Task objective: Please read the records below and return each line holding the string "prev".

Exercise data:
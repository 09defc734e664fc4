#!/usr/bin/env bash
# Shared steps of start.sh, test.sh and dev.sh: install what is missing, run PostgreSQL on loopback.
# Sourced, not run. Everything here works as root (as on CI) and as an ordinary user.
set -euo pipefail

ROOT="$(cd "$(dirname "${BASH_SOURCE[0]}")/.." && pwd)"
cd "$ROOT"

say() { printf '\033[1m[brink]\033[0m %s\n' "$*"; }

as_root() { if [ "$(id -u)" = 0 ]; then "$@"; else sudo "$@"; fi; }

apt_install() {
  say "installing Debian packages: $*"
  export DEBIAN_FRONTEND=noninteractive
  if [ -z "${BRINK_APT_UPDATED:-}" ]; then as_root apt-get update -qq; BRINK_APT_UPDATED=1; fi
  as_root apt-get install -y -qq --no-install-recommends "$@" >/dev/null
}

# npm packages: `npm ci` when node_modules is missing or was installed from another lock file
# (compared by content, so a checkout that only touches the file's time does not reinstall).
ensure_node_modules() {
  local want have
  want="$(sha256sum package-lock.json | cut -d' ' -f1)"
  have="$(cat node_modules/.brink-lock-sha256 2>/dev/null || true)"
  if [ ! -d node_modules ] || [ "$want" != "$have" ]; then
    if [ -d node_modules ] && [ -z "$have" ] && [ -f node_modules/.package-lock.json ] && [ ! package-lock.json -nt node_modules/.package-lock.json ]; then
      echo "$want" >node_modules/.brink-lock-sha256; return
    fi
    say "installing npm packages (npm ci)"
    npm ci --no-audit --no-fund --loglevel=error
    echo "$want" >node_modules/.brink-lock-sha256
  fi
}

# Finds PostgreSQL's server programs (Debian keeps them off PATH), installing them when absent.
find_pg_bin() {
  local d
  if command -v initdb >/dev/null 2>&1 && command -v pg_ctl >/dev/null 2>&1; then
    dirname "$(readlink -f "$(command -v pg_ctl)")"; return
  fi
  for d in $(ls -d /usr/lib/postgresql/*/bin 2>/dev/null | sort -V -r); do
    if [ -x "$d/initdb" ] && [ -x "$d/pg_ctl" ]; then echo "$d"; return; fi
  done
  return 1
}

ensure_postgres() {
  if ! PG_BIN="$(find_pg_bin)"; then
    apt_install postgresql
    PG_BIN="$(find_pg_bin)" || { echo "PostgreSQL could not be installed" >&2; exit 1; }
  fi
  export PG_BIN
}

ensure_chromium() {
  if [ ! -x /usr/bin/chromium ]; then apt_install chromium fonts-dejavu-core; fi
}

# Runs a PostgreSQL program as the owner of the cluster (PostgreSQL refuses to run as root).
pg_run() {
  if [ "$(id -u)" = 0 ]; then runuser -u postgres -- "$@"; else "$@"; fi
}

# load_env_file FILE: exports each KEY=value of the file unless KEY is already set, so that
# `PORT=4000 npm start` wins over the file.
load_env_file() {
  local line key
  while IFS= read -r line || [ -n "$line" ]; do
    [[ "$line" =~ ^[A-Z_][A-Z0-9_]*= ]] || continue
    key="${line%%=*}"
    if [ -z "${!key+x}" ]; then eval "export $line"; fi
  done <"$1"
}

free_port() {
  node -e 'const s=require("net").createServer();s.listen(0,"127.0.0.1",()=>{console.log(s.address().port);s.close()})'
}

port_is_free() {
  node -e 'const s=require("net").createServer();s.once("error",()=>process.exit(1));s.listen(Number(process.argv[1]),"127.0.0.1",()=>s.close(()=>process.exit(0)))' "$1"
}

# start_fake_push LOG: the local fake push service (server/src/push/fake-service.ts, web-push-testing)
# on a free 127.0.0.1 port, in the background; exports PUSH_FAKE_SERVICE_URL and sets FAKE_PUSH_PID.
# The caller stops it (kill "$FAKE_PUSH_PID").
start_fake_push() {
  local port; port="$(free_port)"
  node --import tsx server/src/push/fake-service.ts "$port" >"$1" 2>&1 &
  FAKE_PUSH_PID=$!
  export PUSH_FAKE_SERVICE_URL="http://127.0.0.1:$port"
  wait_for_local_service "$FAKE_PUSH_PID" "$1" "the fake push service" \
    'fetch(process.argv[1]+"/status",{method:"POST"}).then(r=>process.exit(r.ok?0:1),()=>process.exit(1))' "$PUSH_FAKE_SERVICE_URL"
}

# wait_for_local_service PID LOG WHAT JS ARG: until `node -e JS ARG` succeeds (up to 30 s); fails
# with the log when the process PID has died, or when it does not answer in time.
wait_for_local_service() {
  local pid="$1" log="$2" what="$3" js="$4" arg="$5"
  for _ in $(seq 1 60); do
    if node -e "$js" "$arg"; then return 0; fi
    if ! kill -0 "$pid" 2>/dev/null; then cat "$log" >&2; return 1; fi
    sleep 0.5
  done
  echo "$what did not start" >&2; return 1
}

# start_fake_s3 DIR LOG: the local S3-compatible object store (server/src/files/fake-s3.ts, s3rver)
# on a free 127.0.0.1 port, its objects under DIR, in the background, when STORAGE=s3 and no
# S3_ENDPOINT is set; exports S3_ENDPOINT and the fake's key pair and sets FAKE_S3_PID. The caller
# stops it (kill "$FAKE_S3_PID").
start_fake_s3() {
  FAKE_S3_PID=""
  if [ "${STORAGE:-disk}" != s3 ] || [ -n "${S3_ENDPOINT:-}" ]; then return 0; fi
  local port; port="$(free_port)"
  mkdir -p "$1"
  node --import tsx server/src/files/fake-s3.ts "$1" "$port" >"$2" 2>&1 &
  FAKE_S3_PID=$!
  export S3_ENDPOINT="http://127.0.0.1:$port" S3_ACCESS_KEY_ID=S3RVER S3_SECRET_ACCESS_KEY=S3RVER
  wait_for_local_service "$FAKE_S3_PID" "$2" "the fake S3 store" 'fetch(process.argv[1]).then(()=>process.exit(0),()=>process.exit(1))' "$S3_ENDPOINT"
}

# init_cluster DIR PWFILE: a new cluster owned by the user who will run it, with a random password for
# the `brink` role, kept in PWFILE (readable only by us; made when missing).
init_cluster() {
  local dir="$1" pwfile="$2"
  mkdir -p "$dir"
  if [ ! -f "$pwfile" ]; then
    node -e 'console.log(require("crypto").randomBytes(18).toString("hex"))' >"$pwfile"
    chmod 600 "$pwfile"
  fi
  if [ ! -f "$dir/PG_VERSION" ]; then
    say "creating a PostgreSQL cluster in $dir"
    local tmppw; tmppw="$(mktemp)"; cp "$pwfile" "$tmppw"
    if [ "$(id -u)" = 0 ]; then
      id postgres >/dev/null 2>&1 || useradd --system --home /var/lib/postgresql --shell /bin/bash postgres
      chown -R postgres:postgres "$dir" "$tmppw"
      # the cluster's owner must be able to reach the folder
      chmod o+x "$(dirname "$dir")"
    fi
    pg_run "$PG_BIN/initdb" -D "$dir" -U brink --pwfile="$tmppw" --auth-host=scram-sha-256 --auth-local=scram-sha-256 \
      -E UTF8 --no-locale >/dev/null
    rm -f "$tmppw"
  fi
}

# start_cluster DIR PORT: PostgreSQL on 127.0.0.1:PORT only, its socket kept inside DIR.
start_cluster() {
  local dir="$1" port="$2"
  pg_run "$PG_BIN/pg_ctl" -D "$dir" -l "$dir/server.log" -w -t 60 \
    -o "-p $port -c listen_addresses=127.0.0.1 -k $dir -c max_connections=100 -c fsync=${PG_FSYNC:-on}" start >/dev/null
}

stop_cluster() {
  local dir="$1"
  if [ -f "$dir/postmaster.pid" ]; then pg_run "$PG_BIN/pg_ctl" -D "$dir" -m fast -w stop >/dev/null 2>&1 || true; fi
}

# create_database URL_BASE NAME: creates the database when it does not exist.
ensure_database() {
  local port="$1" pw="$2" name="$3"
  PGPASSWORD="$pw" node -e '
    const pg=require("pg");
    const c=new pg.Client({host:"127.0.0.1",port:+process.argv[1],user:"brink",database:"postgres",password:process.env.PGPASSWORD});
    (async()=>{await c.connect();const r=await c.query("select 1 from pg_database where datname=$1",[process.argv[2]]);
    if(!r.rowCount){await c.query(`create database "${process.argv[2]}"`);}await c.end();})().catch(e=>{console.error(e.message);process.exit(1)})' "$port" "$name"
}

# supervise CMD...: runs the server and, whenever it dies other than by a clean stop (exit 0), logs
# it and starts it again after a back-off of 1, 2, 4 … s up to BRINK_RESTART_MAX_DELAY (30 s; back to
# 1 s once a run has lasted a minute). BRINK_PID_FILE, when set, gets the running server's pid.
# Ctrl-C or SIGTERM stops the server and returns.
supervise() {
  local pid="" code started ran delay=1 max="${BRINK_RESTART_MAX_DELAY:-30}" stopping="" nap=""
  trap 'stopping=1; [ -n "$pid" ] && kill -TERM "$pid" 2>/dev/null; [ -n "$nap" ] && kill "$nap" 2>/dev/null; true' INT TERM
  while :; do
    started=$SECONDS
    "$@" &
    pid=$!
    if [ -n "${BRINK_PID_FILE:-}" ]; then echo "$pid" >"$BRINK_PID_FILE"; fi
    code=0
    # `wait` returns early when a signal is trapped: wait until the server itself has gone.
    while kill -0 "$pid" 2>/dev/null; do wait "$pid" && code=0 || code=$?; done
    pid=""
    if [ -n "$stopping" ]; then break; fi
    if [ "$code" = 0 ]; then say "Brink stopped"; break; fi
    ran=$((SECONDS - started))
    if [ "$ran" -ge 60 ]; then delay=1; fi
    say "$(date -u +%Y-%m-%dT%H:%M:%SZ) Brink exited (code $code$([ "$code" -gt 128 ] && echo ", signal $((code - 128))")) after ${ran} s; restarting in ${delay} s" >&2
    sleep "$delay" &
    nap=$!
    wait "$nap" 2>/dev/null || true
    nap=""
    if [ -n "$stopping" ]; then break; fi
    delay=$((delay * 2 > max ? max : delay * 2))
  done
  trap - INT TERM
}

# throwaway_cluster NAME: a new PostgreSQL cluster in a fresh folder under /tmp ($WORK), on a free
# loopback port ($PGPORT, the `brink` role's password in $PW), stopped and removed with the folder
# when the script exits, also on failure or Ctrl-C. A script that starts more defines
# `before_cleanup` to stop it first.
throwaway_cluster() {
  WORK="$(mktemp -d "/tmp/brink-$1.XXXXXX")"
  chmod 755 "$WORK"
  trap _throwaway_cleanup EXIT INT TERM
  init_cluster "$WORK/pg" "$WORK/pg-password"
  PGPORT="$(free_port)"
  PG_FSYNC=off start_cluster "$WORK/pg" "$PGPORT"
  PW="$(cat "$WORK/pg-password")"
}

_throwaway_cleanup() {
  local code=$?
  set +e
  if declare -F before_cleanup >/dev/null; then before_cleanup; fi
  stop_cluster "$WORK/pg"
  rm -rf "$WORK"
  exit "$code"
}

---

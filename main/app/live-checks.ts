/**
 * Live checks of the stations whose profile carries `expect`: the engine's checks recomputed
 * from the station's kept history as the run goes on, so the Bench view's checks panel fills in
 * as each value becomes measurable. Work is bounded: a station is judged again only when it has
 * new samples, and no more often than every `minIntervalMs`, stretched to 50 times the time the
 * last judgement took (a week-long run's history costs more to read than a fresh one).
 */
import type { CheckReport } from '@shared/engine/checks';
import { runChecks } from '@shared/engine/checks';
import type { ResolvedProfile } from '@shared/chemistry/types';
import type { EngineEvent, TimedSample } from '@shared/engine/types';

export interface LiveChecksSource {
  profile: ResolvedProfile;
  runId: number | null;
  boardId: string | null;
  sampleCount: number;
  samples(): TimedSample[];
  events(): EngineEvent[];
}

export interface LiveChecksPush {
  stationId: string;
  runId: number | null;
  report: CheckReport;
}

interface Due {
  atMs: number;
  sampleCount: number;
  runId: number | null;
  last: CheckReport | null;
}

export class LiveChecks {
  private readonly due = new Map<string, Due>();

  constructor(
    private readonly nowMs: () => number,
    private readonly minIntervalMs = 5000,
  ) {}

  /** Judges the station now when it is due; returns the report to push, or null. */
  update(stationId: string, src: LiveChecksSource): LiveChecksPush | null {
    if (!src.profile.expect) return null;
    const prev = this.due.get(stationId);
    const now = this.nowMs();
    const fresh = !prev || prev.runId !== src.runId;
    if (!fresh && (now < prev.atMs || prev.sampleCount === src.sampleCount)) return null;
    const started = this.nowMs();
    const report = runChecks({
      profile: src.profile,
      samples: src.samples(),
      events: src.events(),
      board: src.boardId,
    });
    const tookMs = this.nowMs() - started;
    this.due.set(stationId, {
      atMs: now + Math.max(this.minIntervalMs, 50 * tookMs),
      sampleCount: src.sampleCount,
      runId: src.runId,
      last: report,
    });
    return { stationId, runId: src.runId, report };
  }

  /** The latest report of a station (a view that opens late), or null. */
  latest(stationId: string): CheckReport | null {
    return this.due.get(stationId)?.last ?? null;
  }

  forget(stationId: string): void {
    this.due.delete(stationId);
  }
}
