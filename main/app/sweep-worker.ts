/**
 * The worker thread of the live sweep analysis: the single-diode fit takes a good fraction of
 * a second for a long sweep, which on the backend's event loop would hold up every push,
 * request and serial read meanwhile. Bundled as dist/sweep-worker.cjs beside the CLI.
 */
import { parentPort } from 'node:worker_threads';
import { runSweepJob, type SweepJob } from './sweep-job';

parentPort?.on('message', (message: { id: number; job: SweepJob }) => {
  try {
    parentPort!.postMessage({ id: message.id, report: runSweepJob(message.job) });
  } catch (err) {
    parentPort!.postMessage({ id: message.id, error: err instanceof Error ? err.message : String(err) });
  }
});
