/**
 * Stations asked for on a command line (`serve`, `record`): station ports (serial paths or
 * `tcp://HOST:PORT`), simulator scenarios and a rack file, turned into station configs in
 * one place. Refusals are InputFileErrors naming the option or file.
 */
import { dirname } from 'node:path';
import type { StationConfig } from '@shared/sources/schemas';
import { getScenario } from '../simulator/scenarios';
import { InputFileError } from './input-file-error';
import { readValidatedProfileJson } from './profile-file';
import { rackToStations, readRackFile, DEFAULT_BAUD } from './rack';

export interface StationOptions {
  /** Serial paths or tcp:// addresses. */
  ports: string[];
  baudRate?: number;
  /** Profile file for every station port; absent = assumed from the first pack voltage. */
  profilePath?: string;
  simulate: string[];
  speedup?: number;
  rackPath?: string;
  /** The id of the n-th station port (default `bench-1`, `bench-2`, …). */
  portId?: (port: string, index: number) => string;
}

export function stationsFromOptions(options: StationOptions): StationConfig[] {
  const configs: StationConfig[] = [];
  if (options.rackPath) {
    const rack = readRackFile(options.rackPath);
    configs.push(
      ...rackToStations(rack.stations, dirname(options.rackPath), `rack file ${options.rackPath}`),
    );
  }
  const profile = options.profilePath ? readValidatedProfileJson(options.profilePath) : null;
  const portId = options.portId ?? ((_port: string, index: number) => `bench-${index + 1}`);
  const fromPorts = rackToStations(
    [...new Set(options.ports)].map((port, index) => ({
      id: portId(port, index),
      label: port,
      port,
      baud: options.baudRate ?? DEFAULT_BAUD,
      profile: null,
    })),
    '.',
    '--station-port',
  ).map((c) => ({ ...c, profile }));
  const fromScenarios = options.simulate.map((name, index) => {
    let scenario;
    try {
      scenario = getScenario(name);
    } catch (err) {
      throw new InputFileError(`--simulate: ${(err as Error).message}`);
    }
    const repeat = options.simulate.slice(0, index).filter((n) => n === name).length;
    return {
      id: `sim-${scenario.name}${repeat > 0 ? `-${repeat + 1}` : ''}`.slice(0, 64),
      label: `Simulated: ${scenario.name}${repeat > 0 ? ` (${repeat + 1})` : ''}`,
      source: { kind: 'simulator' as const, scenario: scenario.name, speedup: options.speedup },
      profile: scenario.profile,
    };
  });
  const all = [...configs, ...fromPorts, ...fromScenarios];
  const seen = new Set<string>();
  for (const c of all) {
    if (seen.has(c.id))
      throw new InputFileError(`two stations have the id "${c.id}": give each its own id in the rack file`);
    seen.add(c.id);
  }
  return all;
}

Written solution:
    const prev = this.due.get(stationId);
    const fresh = !prev || prev.runId !== src.runId;
    if (!fresh && (now < prev.atMs || prev.sampleCount === src.sampleCount)) return null;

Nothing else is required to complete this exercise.